Pero una de las características de todos los sistemas de América Latina es la tendencia hacia una manera más pluralista y mercantil de suministrar los bienes y servicios requeridos en el sector de la salud, en comparación con el sistema predominantemente dual que existía hace unos cien años. Este incremento del pluralismo en lo sanitario es paralelo al pluralismo en otras áreas, conforme el Estado ha ido abandonando algunas de las funciones que anteriormente cumplía. Sin embargo, yo me atrevo a predecir que se producirá un regreso a un mayor control estatal del suministro de los bienes y servicios sanitarios necesario o, al menos, a que el Estado asuma la responsabilidad de velar por que se suministren. Esta será una de las consecuencias de una inquietud renovada del Estado por la seguridad que, después de todo es una de las razones de ser primordiales de un Estado. Pero dicho aumento de la influencia o el control se harán sentir en áreas que van más allá de las relacionadas con la seguridad basada en la "mano dura o poder duro" e incluirán una seguridad también basada en lo que un ministro canadiense de Asuntos Exteriores denominó "poder suave".

Para construir un futuro sanitario con más equidad, son necesarios ciertos requisitos previos. En primer lugar, debe existir una comprensión clara de la diferencia que he tratado de establecer entre desigualdad e inequidad, y hay que aceptar una base moral cuando se describen diferenciales de salud que constituyen inequidad. También hay que subrayar la necesidad de disponer de buenos datos sanitarios. He recalcado reiteradamente, quizás hasta la saciedad, que antes de poder determinar la inequidad hay que comenzar por establecer dicha diferencia. La Organización Panamericana de la Salud ha dedicado considerables esfuerzos a fortalecer la cooperación técnica con nuestros Estados Miembros para mejorar sus sistemas de información sanitaria.
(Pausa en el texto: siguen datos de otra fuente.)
/** Matches the columns of a block's table to those that its topic has. */
import type { Diagnostic } from '../base/diagnostic.ts'
import { all, type Result } from '../base/ledger.ts'
import { inWords, suggestion } from '../base/near.ts'
import { bad, good } from '../base/outcome.ts'
import type { Unit } from '../base/unit.ts'
import type { Block } from '../read/block.ts'
import { diagnose, type Text } from '../read/text.ts'
import { headUnit } from './cell.ts'

/** One row with its cells by column; a column that is left out, or an empty cell, is undefined. */
export interface RowOf {
  readonly line: Text
  readonly cell: (column: string) => Text | undefined
  readonly unit: (column: string) => Unit | undefined
}

export interface ColumnRules {
  readonly needed: readonly string[]
  readonly optional: readonly string[]
  /** Sets of optional columns, of which one must be there whole. */
  readonly oneOf?: readonly (readonly string[])[]
}

/** The rows of a block's table, or what is wrong with its head. */
export function recordsOf(block: Block, rules: ColumnRules): Result<readonly RowOf[]> {
  const { needed, optional, oneOf = [] } = rules
  if (block.faults.length > 0) return bad(block.faults)
  if (!block.table)
    return bad([
      diagnose(
        'error',
        'table-missing',
        block.info,
        `a block ${block.topic} needs a table`,
        `Its columns are ${inWords(needed, 'and')}.`,
      ),
    ])
  const { header, headerLine, rows } = block.table
  if (rows.length === 0)
    return bad([
      diagnose(
        'error',
        'table-empty',
        headerLine.span,
        `this table of ${block.topic} has no rows`,
        'Add a row, or leave the block out.',
      ),
    ])
  const known = [...needed, ...optional]
  const faults: Diagnostic[] = []
  const units = new Map<string, Unit>()
  for (const { name, unit } of header) {
    if (!known.includes(name.text))
      faults.push(
        diagnose(
          'error',
          'unknown-column',
          name.span,
          `${block.topic} has no column ${name.text}`,
          suggestion(name.text, known, 'column'),
        ),
      )
    const made = headUnit(unit)
    if (!made.ok) faults.push(...made.because)
    else if (made.value) units.set(name.text, made.value)
  }
  const missing = needed.filter(column => !header.some(({ name }) => name.text === column))
  const misspelt = faults.some(({ rule }) => rule === 'unknown-column')
  if (missing.length > 0 && !misspelt)
    faults.push(
      diagnose(
        'error',
        'column-missing',
        headerLine.span,
        `column ${inWords(missing, 'and')} is missing`,
        `A table of ${block.topic} has ${inWords(needed, 'and')}${optional.length > 0 ? `, and may have ${inWords(optional, 'and')}` : ''}.`,
      ),
    )
  const present = (column: string) => header.some(({ name }) => name.text === column)
  if (faults.length === 0 && oneOf.length > 0 && !oneOf.some(set => set.every(present)))
    faults.push(
      diagnose(
        'error',
        'column-missing',
        headerLine.span,
        `a table of ${block.topic} also has ${inWords(
          oneOf.map(set => inWords(set, 'and')),
          'or',
        )}`,
        'Add the columns that are missing.',
      ),
    )
  if (faults.length > 0) return bad(faults)
  const order = new Map(header.map(({ name }, i) => [name.text, i]))
  return good(
    rows.map(({ cells, line }) => ({
      line,
      cell: column => {
        const found = cells[order.get(column) ?? -1]
        return found && found.text !== '' ? found : undefined
      },
      unit: column => units.get(column),
    })),
  )
}

/** A cell that must be filled. */
export function filled(record: RowOf, column: string): Result<Text> {
  const cell = record.cell(column)
  if (cell) return good(cell)
  return bad([
    diagnose('error', 'cell-empty', record.line.span, `this row has no ${column}`, `Fill the cell ${column}.`),
  ])
}

const LONGEST_NAME = 64

/** A name that can be quoted as part of a value id. */
export function nameIn(record: RowOf, column: string): Result<Text> {
  const cell = filled(record, column)
  return cell.ok ? checkedName(cell.value, column) : cell
}

export function checkedName(name: Text, what: string): Result<Text> {
  const { text, span } = name
  if ([...text].length > LONGEST_NAME)
    return bad([
      diagnose(
        'error',
        'name-too-long',
        span,
        `this name of a ${what} has ${[...text].length} characters; ${LONGEST_NAME} are read`,
        'Give a short name and put the rest in the text.',
      ),
    ])
  const sign = /[.{}|\p{Cc}]/u.exec(text)?.[0]
  if (sign !== undefined)
    return bad([
      diagnose(
        'error',
        'name-not-usable',
        span,
        `a name cannot hold ${JSON.stringify(sign)}`,
        'Values are asked for by dotted names, so a name holds no dot, brace or bar.',
      ),
    ])
  return name.text === ''
    ? bad([diagnose('error', 'name-missing', span, `the ${what} has no name`, 'Give it one.')])
    : good(name)
}

/** Refuses a name that stands twice, pointing at both. */
export function duplicates(names: readonly Text[], what: string): readonly Diagnostic[] {
  const first = new Map<string, Text>()
  return names.flatMap(name => {
    const before = first.get(name.text)
    if (!before) {
      first.set(name.text, name)
      return []
    }
    return [
      diagnose('error', 'name-repeated', name.span, `${what} ${name.text} stands twice`, 'Give each its own name.', {
        also: [{ span: before.span, text: 'first here' }],
      }),
    ]
  })
}

/** Refuses settings that the topic does not have. */
export function strangeSettings(block: Block, known: readonly string[]): readonly Diagnostic[] {
  return [...block.settings, ...block.options]
    .filter(({ name }) => !known.includes(name.text))
    .map(({ name }) =>
      diagnose(
        'error',
        'unknown-setting',
        name.span,
        `${block.topic} has no setting ${name.text}`,
        suggestion(name.text, known, 'setting'),
      ),
    )
}

/** Refuses lines that are neither a setting nor a row. */
export function strangeLines(block: Block): readonly Diagnostic[] {
  return block.lines.map(line =>
    diagnose(
      'error',
      'line-not-understood',
      line.span,
      'this line is neither a setting nor a row of a table',
      'A setting is written name: value; a row starts with |; a comment starts with #.',
    ),
  )
}

export const settingOf = (block: Block, name: string): Text | undefined =>
  [...block.settings, ...block.options].find(setting => setting.name.text === name)?.value

/**
 * The rows of all blocks of one topic, each read by its name; a name that stands twice is refused.
 * @param column the column that holds the name
 */
export function readRows<T>(
  blocks: readonly Block[],
  column: string,
  rules: ColumnRules,
  read: (record: RowOf, name: Text) => Result<T>,
): Result<readonly T[]> {
  const names: Text[] = []
  const parts = blocks.flatMap((block): readonly Result<T>[] => {
    const records = recordsOf(block, rules)
    const faults = [...strangeSettings(block, []), ...strangeLines(block)]
    if (!records.ok || faults.length > 0) return [bad([...faults, ...(records.ok ? [] : records.because)])]
    return records.value.map((record): Result<T> => {
      const name = nameIn(record, column)
      if (!name.ok) return name
      names.push(name.value)
      return read(record, name.value)
    })
  })
  const repeated = duplicates(names, column)
  const done = all(parts)
  return repeated.length > 0 ? bad([...repeated, ...(done.ok ? [] : done.because)]) : done
}
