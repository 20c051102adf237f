/** The issues of a document, from the list `revisions` of its front matter. */
import type { Diagnostic } from '../base/diagnostic.ts'
import { suggestion } from '../base/near.ts'
import type { FrontItem, FrontMatter } from '../read/front.ts'
import { diagnose } from '../read/text.ts'

/** One issue, oldest first in the list; fields are printed as written and empty when left out. */
export interface Revision {
  readonly revision: string
  readonly date: string
  readonly by: string
  readonly checked: string
  /** What changed. */
  readonly note: string
}

const fields = ['revision', 'date', 'by', 'checked', 'note'] as const

const EXAMPLE = 'Write each as - {revision: B, date: 2026-11-02, by: RH, checked: MO, note: what changed}.'

export function readRevisions(front: FrontMatter, faults: Diagnostic[]): readonly Revision[] {
  const single = front.entries.get('revisions')
  if (single && single.text !== '')
    faults.push(
      diagnose('error', 'revision-unread', single.span, 'revisions is a list, one item for each issue', EXAMPLE),
    )
  const list = front.lists.get('revisions')
  if (!list) return []
  for (const item of list.items) faults.push(...strangeItem(item))
  const revisions = list.items.map(({ entries }): Revision => {
    const of = (field: string) => entries.get(field)?.text ?? ''
    return { revision: of('revision'), date: of('date'), by: of('by'), checked: of('checked'), note: of('note') }
  })
  faults.push(...disagreements(front, list.items.at(-1)))
  return revisions
}

function strangeItem({ span, entries, text }: FrontItem): readonly Diagnostic[] {
  if (text) return [diagnose('error', 'revision-unread', span, `${text.text} is no entry of names and values`, EXAMPLE)]
  return [...entries]
    .filter(([name]) => !fields.some(field => field === name))
    .map(([name, value]) =>
      diagnose(
        'warning',
        'front-matter-unknown',
        value.span,
        `${name} of a revision is not read`,
        suggestion(name, fields, 'entry'),
      ),
    )
}

/** The title block and the last revision tell of the same issue. */
function disagreements({ entries }: FrontMatter, last: FrontItem | undefined): readonly Diagnostic[] {
  return (['revision', 'date'] as const).flatMap(field => {
    const [stated, listed] = [entries.get(field), last?.entries.get(field)]
    if (!stated || !listed || stated.text === listed.text) return []
    return [
      diagnose(
        'error',
        'revision-disagrees',
        stated.span,
        `${field} is ${stated.text} here and ${listed.text} in the last of the revisions`,
        'Leave it out here, or make the two agree.',
        { also: [{ span: listed.span, text: listed.text }] },
      ),
    ]
  })
}
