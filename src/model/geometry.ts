/** Plane geometry of outlines: areas, crossings, distances. Lengths in m. */

export interface Point {
  readonly x: number
  readonly y: number
}

/** Positive for an outline that runs counter-clockwise. */
export function signedArea(outline: readonly Point[]): number {
  let twice = 0
  outline.forEach((a, i) => {
    const b = next(outline, i)
    twice += a.x * b.y - b.x * a.y
  })
  return twice / 2
}

const next = (outline: readonly Point[], i: number): Point => outline[(i + 1) % outline.length] ?? { x: 0, y: 0 }

/** Sides, by index, that cross or touch though they are not neighbours. */
export function crossesItself(outline: readonly Point[]): readonly [number, number] | undefined {
  const n = outline.length
  for (let i = 0; i < n; i++)
    for (let j = i + 1; j < n; j++) {
      const neighbours = j === i + 1 || (i === 0 && j === n - 1)
      const [a, b, c, d] = [outline[i], next(outline, i), outline[j], next(outline, j)]
      if (a && c && !neighbours && segmentsMeet(a, b, c, d)) return [i, j]
    }
  return undefined
}

const turn = (a: Point, b: Point, c: Point): number => Math.sign((b.x - a.x) * (c.y - a.y) - (b.y - a.y) * (c.x - a.x))

function segmentsMeet(a: Point, b: Point, c: Point, d: Point): boolean {
  const [t1, t2, t3, t4] = [turn(a, b, c), turn(a, b, d), turn(c, d, a), turn(c, d, b)]
  if (t1 !== t2 && t3 !== t4) return true
  return (
    (t1 === 0 && within(a, b, c)) ||
    (t2 === 0 && within(a, b, d)) ||
    (t3 === 0 && within(c, d, a)) ||
    (t4 === 0 && within(c, d, b))
  )
}

const within = (a: Point, b: Point, p: Point): boolean =>
  p.x >= Math.min(a.x, b.x) && p.x <= Math.max(a.x, b.x) && p.y >= Math.min(a.y, b.y) && p.y <= Math.max(a.y, b.y)

/** True for a point inside the outline or on it. */
export function contains(outline: readonly Point[], p: Point): boolean {
  let inside = false
  for (let i = 0; i < outline.length; i++) {
    const [a, b] = [outline[i], next(outline, i)]
    if (!a) continue
    if (turn(a, b, p) === 0 && within(a, b, p)) return true
    if (a.y > p.y !== b.y > p.y && p.x < ((b.x - a.x) * (p.y - a.y)) / (b.y - a.y) + a.x) inside = !inside
  }
  return inside
}

/** How far a segment stands from an outline; 0 where they meet. */
export function distanceFrom(outline: readonly Point[], from: Point, to: Point): number {
  if (contains(outline, from) || contains(outline, to)) return 0
  let least = Number.POSITIVE_INFINITY
  outline.forEach((a, i) => {
    const b = next(outline, i)
    if (segmentsMeet(a, b, from, to)) least = 0
    least = Math.min(least, toSegment(from, a, b), toSegment(to, a, b), toSegment(a, from, to))
  })
  return least
}

function toSegment(p: Point, a: Point, b: Point): number {
  const [dx, dy] = [b.x - a.x, b.y - a.y]
  const squared = dx * dx + dy * dy
  const t = squared === 0 ? 0 : Math.max(0, Math.min(1, ((p.x - a.x) * dx + (p.y - a.y) * dy) / squared))
  return Math.hypot(p.x - a.x - t * dx, p.y - a.y - t * dy)
}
Hemos de tener mejores datos sobre la mortalidad y la morbilidad y sobre el grado en que nuestros sistemas de salud cumplen las funciones que les son propias. Y para poder determinar en qué residen las diferencias, tenemos que disponer de datos desglosados por sexo, zona geográfica y situación social, antes de poder propugnar políticas para reducir las diferencias. Nos complace cómo hemos ido avanzando hasta ahora, y tanto nuestra publicación de los datos básicos como la publicación por los países de sus propios indicadores básicos representan un progreso real.

Otro requisito previo para lograr más equidad es que haya más ardientes defensores de la propuesta. Esta defensa debe venir tanto del interior del sector sanitario como de fuera de él. Los profesionales de la salud debemos no sólo defender esta causa, sino también ganar adeptos. La inequidad que constituye la discriminación por razón de género sólo podrá ser abordada por el conjunto de la sociedad. Pero sí creo que podemos lograr más equidad entre hombres y mujeres en materia de salud, que es uno de los principios o valores fundamentales que viene guiando nuestra Organización. Por último, tendrá que producirse una adecuada intervención estatal para que haya una distribución equitativa de más factores determinantes, que contribuya a alcanzar resultados de salud más equitativos.
Les agradezco nuevamente el honor que me han concedido. Espero haber convencido a algunos de ustedes de la importancia de algunas de las cuestiones, y de lo que tenemos que hacer para idear y tal vez alcanzar un futuro con más equidad en el campo de la salud.